4. The system of claim 1, wherein the degraded perception includes at least one of blurriness or haziness to the field-of-view of the at least one sensor.
5. The system of claim 1, wherein the operations comprise detecting a luminosity of the environment and determining whether the detected luminosity is above a predetermined luminosity threshold.
6. The system of claim 5, wherein the predetermined luminosity threshold is 400 lux.
7. The system of claim 1, wherein detecting with the at least one sensor a degraded perception of the environment comprises detecting an amount of ambient light received by the at least one sensor and determining whether the detected amount of ambient light received by the at least one sensor is above a predetermined ambient light threshold.
8. The system of claim 1, wherein detecting with the at least one sensor a degraded perception of the environment comprises detecting a continuity value for lane markings on a roadway along which the vehicle is traveling, and determining whether the detected continuity value is above a predetermined continuity value threshold.
9. The system of claim 1, wherein the polarization unit includes a passive polarization filter movably disposed relative to the field-of-view of the at least one sensor.
10. The system of claim 9, wherein the operations comprise moving the passive polarization filter into a deployed position within the field-of-view of the at least one sensor, and moving the passive polarization filter into a stowed position offset from the field-of-view of the at least one sensor.
11. The system of claim 1, wherein the polarization unit includes an active polarization filter capable of being actuated to selectively modify a polarization effect applied to the at least one sensor.
12. The system of claim 11, wherein the operations comprise determining a level of the degraded perception of the environment, and modifying the polarization effect applied by the active polarization filter to the at least one sensor.
13. The system of claim 12, wherein the operations comprise dynamically modifying the polarization effect applied by the active polarization filter to the at least one sensor based on determining of the level of the degraded perception of the environment.

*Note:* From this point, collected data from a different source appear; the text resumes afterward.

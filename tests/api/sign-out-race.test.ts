import { createHmac } from 'node:crypto';
import { afterAll, beforeAll, expect, test } from 'vitest';
import { z } from 'zod';
import { call } from './support/calls';
import { type Harness, startHarness } from './support/harness';

let harness: Harness;
beforeAll(async () => {
  harness = await startHarness();
});
afterAll(async () => {
  await harness.close();
});

const races = 500;
const rows = z.array(z.object({ sess: z.unknown() })).length(1);

test(`signing out is final in ${races} races with a slow request that saves the same session`, async () => {
  const template = await harness.signIn('ines-varga');
  const { cookie, sess } = await copyOfSession(template);
  const alive: string[] = [];
  const inBatches = 10;
  for (let from = 0; from < races; from += inBatches) {
    await Promise.all(
      Array.from({ length: inBatches }, async (_, offset) => {
        const race = from + offset;
        const own = await cookie(`race-${race}`, sess);
        const slow = () => harness.browser().get('/auth/github').set('Cookie', own).redirects(0);
        const signOut = () =>
          call(harness, harness.browser(), 'post', '/session/sign-out').set('Cookie', own);
        // Both orders, and a few milliseconds apart either way.
        const wait = (ms: number) => new Promise((resolve) => setTimeout(resolve, ms));
        await Promise.all([
          wait(race % 7).then(async () => slow()),
          wait(Math.floor(race / 7) % 7).then(async () => signOut()),
          wait(race % 5).then(async () => slow()),
        ]);
        const after = await call(
          harness,
          harness.browser(),
          'get',
          '/labs/00000000-0000-7000-8000-000000000000',
        ).set('Cookie', own);
        if (after.status !== 401) alive.push(`race ${race}: ${after.status}`);
      }),
    );
  }
  expect(alive).toEqual([]);
}, 120_000);

/** Sessions of their own for each race without half a thousand sign-ins: rows as the store makes them, cookies signed as ours. */
async function copyOfSession(template: Awaited<ReturnType<Harness['signIn']>>) {
  await call(harness, template, 'get', '/session');
  const found: unknown = await harness.database('sessions').whereNotNull('user_id').select('sess');
  const [row] = rows.parse(found);
  return {
    sess: row?.sess,
    cookie: async (sid: string, data: unknown) => {
      await harness.database('sessions').insert({
        sid,
        sess: JSON.stringify(data),
        expire: harness.database.raw(`now() + interval '1 hour'`),
      });
      // As express-session signs it: HMAC-SHA256 in base64 without its padding.
      const mac = createHmac('sha256', harness.config.sessionSecret)
        .update(sid)
        .digest('base64')
        .replace(/=+$/, '');
      return `qt=${encodeURIComponent(`s:${sid}.${mac}`)}`;
    },
  };
}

14. The system of claim 13, wherein the polarization effect is dynamically modified in real-time.
15. The system of claim 11, wherein the active polarization filter reduces glare, reflections, and scattered light via polarization filtering, dynamic polarization modulation, and adaptive contrast enhancement.
16. The system of claim 1, wherein the at least one sensor includes a camera.

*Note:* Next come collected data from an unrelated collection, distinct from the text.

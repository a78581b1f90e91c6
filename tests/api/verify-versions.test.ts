import knex, { type Knex } from 'knex';
import pg from 'pg';
import { afterAll, beforeAll, expect, test } from 'vitest';
import { verifyVersions } from '../../scripts/lib/version-chains';
import { draftSchema, protocolSchema } from '../../shared/schemas';
import { answered, call } from './support/calls';
import { type Harness, startHarness } from './support/harness';
import { makeLab, saveVersion, target } from './support/lab';

let harness: Harness;
let owner: Knex;
beforeAll(async () => {
  harness = await startHarness();
  owner = knex({ client: 'pg', connection: harness.testDatabase.ownerUrl, pool: { min: 0, max: 2 } });
}, 60_000);
afterAll(async () => {
  await owner.destroy();
  await harness.close();
});

test('the chains of all labs are checked, and the version after one that was forged with its hash is named', async () => {
  const [lead, otherLead] = [await harness.signIn('adaeze-holm'), await harness.signIn('oskar-lindqvist')];
  await makeLab(harness, otherLead, 'Other lab');
  const lab = await makeLab(harness, lead, 'Own lab');
  const at = `/labs/${lab.labId}/protocols/${lab.protocolId}`;
  const { draft } = await answered(call(harness, lead, 'get', at), protocolSchema);
  await answered(
    call(harness, lead, 'put', `${at}/draft`, {
      body: { ...draft.content, targets: [target('d', 'D')] },
      ifMatch: '"r1"',
    }),
    draftSchema,
  );
  await saveVersion(harness, lead, lab.labId, await answered(call(harness, lead, 'get', at), protocolSchema));
  expect(await verifyVersions(owner)).toEqual({ ok: true, labs: 2, versions: 3 });

  const forger = new pg.Client({ connectionString: harness.testDatabase.adminUrl });
  await forger.connect();
  // Past the triggers and foreign keys, as someone with the disk would be.
  await forger.query('set session_replication_role = replica');
  await forger.query(
    `update versions set content = forged, content_hash = encode(sha256(convert_to(forged, 'UTF8')), 'hex')
      from (select id, replace(content, '"message":"As measured today."', '"message":"As wished."') as forged
        from versions) as text
      where text.id = versions.id and protocol_id = $1 and number = 1`,
    [lab.protocolId],
  );
  await forger.end();
  expect(await verifyVersions(owner)).toEqual({
    ok: false,
    labName: 'Own lab',
    protocolName: 'Two states',
    number: 2,
    reason: 'it does not follow the version before it',
  });
});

17. The system of claim 1, wherein the vehicle is an autonomous or a semi-autonomous vehicle.
18. A computer-implemented method for improving sensor perception, comprising:detecting, with at least one sensor configured to be located on a vehicle, a degraded perception of an environment around the vehicle based on conditions in the environment external to the vehicle; andexecuting instructions stored in a memory with a processing device in communication with the at least one sensor and a polarization unit to perform operations comprising:actuating the polarization unit to apply a polarization effect to the at least one sensor to improve the degraded perception of the at least one sensor.

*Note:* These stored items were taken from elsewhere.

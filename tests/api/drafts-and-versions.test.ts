import { afterAll, beforeAll, expect, test } from 'vitest';
import { z } from 'zod';
import { verifyChain } from '../../shared/protocol/verify';
import {
  draftSchema,
  plateDetailSchema,
  problemSchema,
  protocolSchema,
  versionListSchema,
  versionPageSchema,
  versionSchema,
} from '../../shared/schemas';
import { answered, call } from './support/calls';
import { type Agent, type Harness, startHarness } from './support/harness';
import { makeLab, quarterCalibration, saveVersion, shownFor, target, type TestLab } from './support/lab';

let harness: Harness;
let lead: Agent;
let lab: TestLab;
beforeAll(async () => {
  harness = await startHarness();
  lead = await harness.signIn('adaeze-holm');
  lab = await makeLab(harness, lead, 'Own lab');
}, 60_000);
afterAll(async () => {
  await harness.close();
});

const get = <S extends z.ZodType>(path: string, schema: S) =>
  answered(call(harness, lead, 'get', path), schema);
const begin = (targets = [target('t1', 'H'), target('t2', '(H + i V)/sqrt(2)')]) =>
  answered(
    call(harness, lead, 'post', `/labs/${lab.labId}/protocols`, {
      body: {
        name: 'A protocol',
        purpose: '',
        benchId: lab.benchId,
        kind: 'prepare',
        objective: 'least-expected-infidelity',
        presentDialsDeg: null,
        toleranceInfidelity: 1e-3,
        targets,
      },
    }),
    protocolSchema,
  );

test('a draft needs the revision it was made against; an older one gets both sides and changes nothing', async () => {
  const protocol = await begin();
  const at = `/labs/${lab.labId}/protocols/${protocol.id}/draft`;
  const body = { ...protocol.draft.content, name: 'Mine' };
  expect((await call(harness, lead, 'put', at, { body })).status).toBe(428);
  for (const wrong of ['"r2"', 'W/"r1"', '"1"', '*', 'r1']) {
    expect((await call(harness, lead, 'put', at, { body, ifMatch: wrong })).status, wrong).toBe(412);
  }
  const first = await call(harness, lead, 'put', at, { body: { ...body, name: 'Theirs' }, ifMatch: '"r1"' });
  expect([first.status, first.headers['etag']]).toEqual([200, '"r2"']);
  const second = await call(harness, lead, 'put', at, { body, ifMatch: '"r1"' });
  expect([second.status, second.headers['etag']]).toEqual([412, '"r2"']);
  const { current } = problemSchema.parse(JSON.parse(second.text));
  expect(draftSchema.parse(current).content.name).toBe('Theirs');
  const now = await get(`/labs/${lab.labId}/protocols/${protocol.id}`, protocolSchema);
  expect([now.draft.revision, now.draft.content.name]).toEqual([2, 'Theirs']);
});

test('a draft keeps what was typed to the last character, even what no database column can hold', async () => {
  const protocol = await begin();
  const typed = [target('\u0000', 'H +\u0000 \ud800'), target('', '(((')];
  const saved = await answered(
    call(harness, lead, 'put', `/labs/${lab.labId}/protocols/${protocol.id}/draft`, {
      body: { ...protocol.draft.content, targets: typed },
      ifMatch: '"r1"',
    }),
    draftSchema,
  );
  expect(saved.content.targets).toEqual(typed);
  const again = await get(`/labs/${lab.labId}/protocols/${protocol.id}`, protocolSchema);
  expect(again.draft.content.targets).toEqual(typed);
});

test('of fifty saves of one draft at once, one becomes a version', async () => {
  const protocol = await begin();
  const shown = await shownFor(harness, lead, lab.labId, protocol.draft.content);
  const statuses = await Promise.all(
    Array.from({ length: 50 }, async () => {
      const response = await call(
        harness,
        lead,
        'post',
        `/labs/${lab.labId}/protocols/${protocol.id}/versions`,
        {
          body: { message: 'All at once', shown },
          ifMatch: '"r1"',
        },
      );
      return response.status;
    }),
  );
  expect(statuses.filter((status) => status === 201)).toHaveLength(1);
  expect(statuses.filter((status) => ![201, 409, 503].includes(status))).toEqual([]);
  const { items } = await get(`/labs/${lab.labId}/protocols/${protocol.id}/versions`, versionListSchema);
  expect(items.map(({ number }) => number)).toEqual([1]);
});

test('versions chain by their hashes and never change, whatever happens to the plates afterwards', async () => {
  let protocol = await begin();
  await saveVersion(harness, lead, lab.labId, protocol, 'First.');
  const at = `/labs/${lab.labId}/protocols/${protocol.id}`;
  const before = await get(`${at}/versions/1`, versionSchema);
  await answered(
    call(harness, lead, 'put', `${at}/draft`, {
      body: { ...protocol.draft.content, targets: [...protocol.draft.content.targets, target('d', 'D')] },
      ifMatch: '"r1"',
    }),
    draftSchema,
  );
  protocol = await get(at, protocolSchema);
  await saveVersion(harness, lead, lab.labId, protocol, 'Second.');
  const plate = await get(`/labs/${lab.labId}/plates/${lab.plateIds[1]}`, plateDetailSchema);
  const measured = plate.plate.calibration ?? quarterCalibration();
  await answered(
    call(harness, lead, 'post', `/labs/${lab.labId}/plates/${lab.plateIds[1]}/calibrations`, {
      body: { ...quarterCalibration(), retardanceDeg: measured.retardanceDeg + 0.5 },
    }),
    z.unknown(),
  );
  const [first, second] = [
    await get(`${at}/versions/1`, versionSchema),
    await get(`${at}/versions/2`, versionSchema),
  ];
  expect(first).toEqual(before);
  const links = [first, second].map(({ summary, canonicalJson, parentHash }) => ({
    number: summary.number,
    contentHash: summary.contentHash,
    canonicalJson,
    parentHash,
  }));
  expect(verifyChain(links)).toEqual({ ok: true, length: 2 });
});

test('saving what the page could not have shown is refused by row and plate, number for number', async () => {
  const protocol = await begin();
  const shown = await shownFor(harness, lead, lab.labId, protocol.draft.content);
  const save = (changed: typeof shown) =>
    call(harness, lead, 'post', `/labs/${lab.labId}/protocols/${protocol.id}/versions`, {
      body: { message: 'As shown', shown: changed },
      ifMatch: '"r1"',
    });
  const [first, second] = shown;
  if (first === undefined || second === undefined) throw new Error('two rows were shown');
  const turned = { ...second, dialsDeg: [second.dialsDeg[0] ?? 0, (second.dialsDeg[1] ?? 0) + 0.1] };
  const response = await save([first, turned]);
  expect(response.status).toBe(422);
  const [field] = problemSchema.parse(JSON.parse(response.text)).fields ?? [];
  expect(field?.path).toBe('shown.1.dialsDeg.1');
  expect(field?.message).toMatch(/^Row 2 \(t2\): Q-B was shown at/);
  const nearly = { ...first, infidelity: first.infidelity + Number.EPSILON };
  expect((await save([nearly, second])).status).toBe(422);
  expect((await save([first])).status).toBe(422);
  expect((await save([first, second, second])).status).toBe(422);
  expect((await save([first, second])).status).toBe(201);
});

test('a row that cannot be read holds a version up, by its label and column', async () => {
  const protocol = await begin([target('t1', 'H'), target('w3', 'cos(22.5) H + sin(22.5deg) V')]);
  const [ready] = protocol.draft.content.targets;
  const shown = await shownFor(harness, lead, lab.labId, {
    ...protocol.draft.content,
    targets: ready === undefined ? [] : [ready],
  });
  const response = await call(harness, lead, 'post', `/labs/${lab.labId}/protocols/${protocol.id}/versions`, {
    body: { message: 'Too early', shown },
    ifMatch: '"r1"',
  });
  expect(response.status).toBe(422);
  const [field] = problemSchema.parse(JSON.parse(response.text)).fields ?? [];
  expect(field).toMatchObject({ path: 'targets.1.expression' });
  expect(field?.message).toMatch(/^Row 2 \(w3\), column 5: /);
});

test('a version is refused only when it would hold nothing new: a new calibration is new under an untouched draft', async () => {
  const protocol = await begin();
  const at = `/labs/${lab.labId}/protocols/${protocol.id}`;
  await saveVersion(harness, lead, lab.labId, protocol, 'First.');
  const shown = await shownFor(harness, lead, lab.labId, protocol.draft.content);
  const same = await call(harness, lead, 'post', `${at}/versions`, {
    body: { message: 'Other words, the same numbers', shown },
    ifMatch: '"r1"',
  });
  expect(same.status).toBe(409);
  expect(problemSchema.parse(JSON.parse(same.text)).type).toContain('nothing-new');
  const calibrated = await call(
    harness,
    lead,
    'post',
    `/labs/${lab.labId}/plates/${lab.plateIds[0]}/calibrations`,
    {
      body: {
        ...quarterCalibration(),
        retardanceDeg: 179.9,
        offsetDeg: 13,
        measuredAt: '2026-06-20T10:00:00Z',
      },
    },
  );
  expect(calibrated.status).toBe(201);
  expect((await saveVersion(harness, lead, lab.labId, protocol, 'Recalibrated.')).number).toBe(2);
  // A draft that was saved again word for word brings nothing new either.
  const again = await answered(
    call(harness, lead, 'put', `${at}/draft`, { body: protocol.draft.content, ifMatch: '"r1"' }),
    draftSchema,
  );
  expect(again.revision).toBe(2);
  await expect(
    saveVersion(harness, lead, lab.labId, { ...protocol, draft: again }, 'Nothing.'),
  ).rejects.toThrow(/answered 409/);
});

test("a lab's versions come by page, each once, newest first", async () => {
  const seen: string[] = [];
  for (let cursor: string | null = '', pages = 0; cursor !== null && pages < 20; pages += 1) {
    const query: string = cursor === '' ? '?limit=2' : `?limit=2&cursor=${cursor}`;
    const page: z.infer<typeof versionPageSchema> = await get(
      `/labs/${lab.labId}/versions${query}`,
      versionPageSchema,
    );
    seen.push(...page.items.map(({ id }) => id));
    cursor = page.nextCursor;
  }
  expect(seen.length).toBeGreaterThan(3);
  expect(new Set(seen).size).toBe(seen.length);
  expect(seen).toEqual(seen.toSorted().toReversed());
});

19. The method of claim 18, wherein the polarization unit includes a passive polarization filter movably disposed relative to the field-of-view of the at least one sensor, and wherein the operations comprise moving the passive polarization filter into a deployed position within the field-of-view of the at least one sensor, and moving the passive polarization filter into a stowed position offset from the field-of-view of the at least one sensor.
20. The method of claim 18, wherein the polarization unit includes an active polarization filter capable of being actuated to selectively modify a polarization effect applied to the at least one sensor, and wherein the operations comprise determining a level of the degraded perception of the environment, and modifying the polarization effect applied by the active polarization filter to the at least one sensor.